The resulting allocation would be 4 bytes per cell, for times less than the current allocation. Let’s not sweat it, that’s just a board twice as large.

I consider that a ‘board size’ factor between 5 and 100 will potentially impact design opportunities – in other words, the board has to be vastly wider to change the way I think about my design.

RLE compressing terrains and storing props as a list (versus allocating space for a single prop within each cell) may be much more effective in some cases. It’s worth noting that both methods somehow imply reduced variety in the game board.
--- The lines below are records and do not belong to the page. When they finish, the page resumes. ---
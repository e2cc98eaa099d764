namespace SafetyMirror.Core.Optics;

/// <summary>What became of a request for the reflection point of an eye and a target.</summary>
public enum ReflectionOutcome
{
    /// <summary>Light from the target reaches the eye by one reflection on the sphere's front half.</summary>
    Reflected,

    /// <summary>The eye is inside the sphere, where no outside reflection can reach.</summary>
    EyeInsideSphere,

    /// <summary>The target is inside the sphere.</summary>
    TargetInsideSphere,

    /// <summary>No point of the sphere's front half sees both eye and target: the target is behind the mirror.</summary>
    BehindMirror,

    /// <summary>The root search did not converge (not expected for finite inputs; reported, not thrown).</summary>
    NotConverged,
}

/// <summary>The exact reflection of one target into one eye on a convex spherical mirror.</summary>
/// <remarks>All fields but <see cref="Outcome"/> are NaN (or false) unless the outcome is
/// <see cref="ReflectionOutcome.Reflected"/>. Angles are in radians, lengths in metres.</remarks>
/// <param name="Outcome">Whether a reflection exists, and if not, why.</param>
/// <param name="Point">The reflection point on the sphere.</param>
/// <param name="Normal">The unit outward normal at the reflection point.</param>
/// <param name="IncidenceAngle">Angle between the normal and the ray to the eye (equal to the one to the target).</param>
/// <param name="OffAxisAngle">Angle between the normal at the point and the mirror's axis.</param>
/// <param name="InsideAperture">Whether the point lies on the mirror's face.</param>
/// <param name="EyeLegM">Distance eye → reflection point.</param>
/// <param name="TargetLegM">Distance reflection point → target.</param>
public readonly record struct Reflection(
    ReflectionOutcome Outcome,
    Vec3 Point,
    Vec3 Normal,
    double IncidenceAngle,
    double OffAxisAngle,
    bool InsideAperture,
    double EyeLegM,
    double TargetLegM)
{
    /// <summary>True when a reflection point exists on the sphere's front half.</summary>
    public bool IsFound => Outcome == ReflectionOutcome.Reflected;

    /// <summary>True when a reflection point exists and lies on the face: the eye sees the target in the mirror.</summary>
    public bool IsSeenInMirror => IsFound && InsideAperture;

    /// <summary>Length of the light path target → mirror → eye.</summary>
    public double PathLengthM => EyeLegM + TargetLegM;

    /// <summary>Incidence angle in degrees.</summary>
    public double IncidenceDeg => IncidenceAngle * 180 / Math.PI;

    internal static Reflection None(ReflectionOutcome outcome) =>
        new(outcome, new Vec3(double.NaN, double.NaN, double.NaN), new Vec3(double.NaN, double.NaN, double.NaN),
            double.NaN, double.NaN, false, double.NaN, double.NaN);
}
If larger means emptier, is it really worth it?

Let’s keep in mind that, to create a massive game board, we need either to slice it (can’t hold a complete board into memory) or… …approach the problem in a quite different way.

What’s in it for a game?

The speed of my player character was originally 5 pix / frame. I’m not sure about the frame rate – just OK actually. At 5 pix per frame with 32×16 tiles, it takes 15 seconds to cross a 25×25 board. That’s a really small board. I’d like a board big enough for exploring. Granted a game isn’t all about hanging around and visiting places.

A 500×500 board is 20 times wider, So it takes a round 20×15 = 300 seconds to cross it. Just about 5 minutes. But I feel 5pix/frame is too stately, so make it 8 pix per frame. Now we can cross the board in about 3 minutes.

OK then, going ‘around the world’ is one thing. How long would it take to explore all of the board’s corners? 9 minutes? I don’t think so. If we do it ‘screen by screen’, With 30 tiles on the height of a single screen, we have 50/3 ~ 15 rows to check, making about 15×3 = 45 minutes.

Ideally, I’d like to have a much larger board. But for now, I’ll worry more about how I populate the board, and less about how big it can be.